Jakarta, 6 Jumadil Akhir 1434/16 April 2013 (MINA) – Pemerintah Indonesia melatih 30 orang warga Palestina dalam bidang microfinance di Amman, Yordania, 12-15 April, bertujuan mendorong kemandirian ekonomi negeri yang sedang diblokade oleh Israel, Kementerian Luar Negeri Republik Indonesia melaporkan.

“Indonesia akan berbagi pengetahuan dan pengalamannya mengenai pengelolaan UMKM (Usaha Mikro Kecil Menengah) serta kontribusinya dalam mendorong perekonomian negara (Palestina),” kata Direktur Kerja Sama Teknik Kemlu RI, Siti Nugraha Mauludiah, saat membuka pelatihan di bidang microfinance bagi Palestina, Jum’at (12/4).

Menurut pihak Kemlu, keperluan pemberdayaan masyarakat lokal melalui pengembangan UMKM merupakan salah satu elemen penting dalam mendorong kemandirian ekonomi sebuah negara. Untuk itu pemerintah RI memilih bentuk pelatihan microfinance kepada peserta dari Palestina sebagai bentuk dukungan pengembangan SDM negara tersebut.

Kegiatan ini diselenggarakan atas kerja sama antara Kementerian Luar Negeri Republik Indonesia dan Bank Rakyat Indonesia. Semula direncanakan kegiatan dilaksanakan di Ramallah, Palestina, agar terdapat interaksi langsung serta dalam rangka memberikan manfaat pelatihan kepada peserta yang lebih banyak. Namun, sulitnya memperoleh ijin masuk ke Palestina, maka pelaksanaan pelatihan dialihkan ke Amman.

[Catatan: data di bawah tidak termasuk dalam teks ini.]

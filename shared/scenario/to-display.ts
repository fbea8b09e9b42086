import { DIMENSION_INFO, type Dimension } from './dimension';
import { DISPLAY_UNITS, type UnitSystem } from './display-units';
import { unitMath } from './unit-math';

/**
 * Converts an SI value (degrees Celsius for temperature) to the display unit of `system`.
 * `unit` is a mathjs unit name (e.g. "gal/min", "degF"); `label` is what to print.
 */
export function toDisplay(
  valueSi: number,
  dimension: Dimension,
  system: UnitSystem,
): { value: number; unit: string; label: string } {
  const display = DISPLAY_UNITS[system][dimension];
  if (display.unit === '') return { value: valueSi, unit: '', label: '' };
  const value = unitMath.unit(valueSi, DIMENSION_INFO[dimension].siUnit).toNumber(display.unit);
  return { value, unit: display.unit, label: display.label };
}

Peserta pelatihan  adalah warga Palestina yang berasal dari wakil-wakil dari Kementerian Keuangan, Bank Sentral Palestina serta instansi/lembaga yang bergerak dibidang UMKM, yang berada di wilayah Gaza dan Tepi Barat, Palestina. Juga perwakilan Palestina di Amman.

Siti mengungkapkan bahwa pelatihan tersebut adalah salah satu bentuk dukungan kongkrit selain dukungan politik yang secara konsisten diberikan Indonesia selama ini menuju Negara Palestina yang merdeka dan berdaulat.

“Indonesia akan terus melanjutkan bantuannya untuk mendukung pengembangan kapasitas SDM Palestina di berbagai bidang,” kata Siti.

Dalam kerangka New Asian African Strategic Partnership (NAASP), Pemerintah Indonesia juga optimis dapat merealisasikan pemenuhan komitmen dalam melatih 1.000 warga Palestina selama periode 2008-2013. Hingga akhir tahun 2012, pemerintah telah memfasilitasi 101 kegiatan pelatihan yang mengikutsertakan 842 orang Palestina.

Untuk mendukung tercapainya realisasi komitmen tersebut, pemerintah telah mengalokasikan US $ 1,5 juta pada tahun 2013, untuk membiayai berbagai kegiatan capacity building diberbagai bidang (UKM, demokrasi, good governance, pertanian, pendidikan, pemberdayaan perempuan dan konstruksi).

Indonesia juga terus menjajaki peluang kerja sama trilateral dengan mitra pembangunan lainnya, melengkapi upaya-upaya yang telah dilakukan pemerintah selama ini dalam mendukung peningkatan kapasitas SDM Palestina melalui skema bilateral.

Selain itu, Indonesia juga akan menjadi tuan rumah dalam penyelenggaraan Conference on Cooperation Among East ASIAN Countries for Palestinian Development (CEAPAD) II yang akan diselenggarakan pada bulan Februari 2014, untuk menggalang dukungan negara-negara Asia Timur dalam membantu pembangunan Palestina. (T/P09/R2).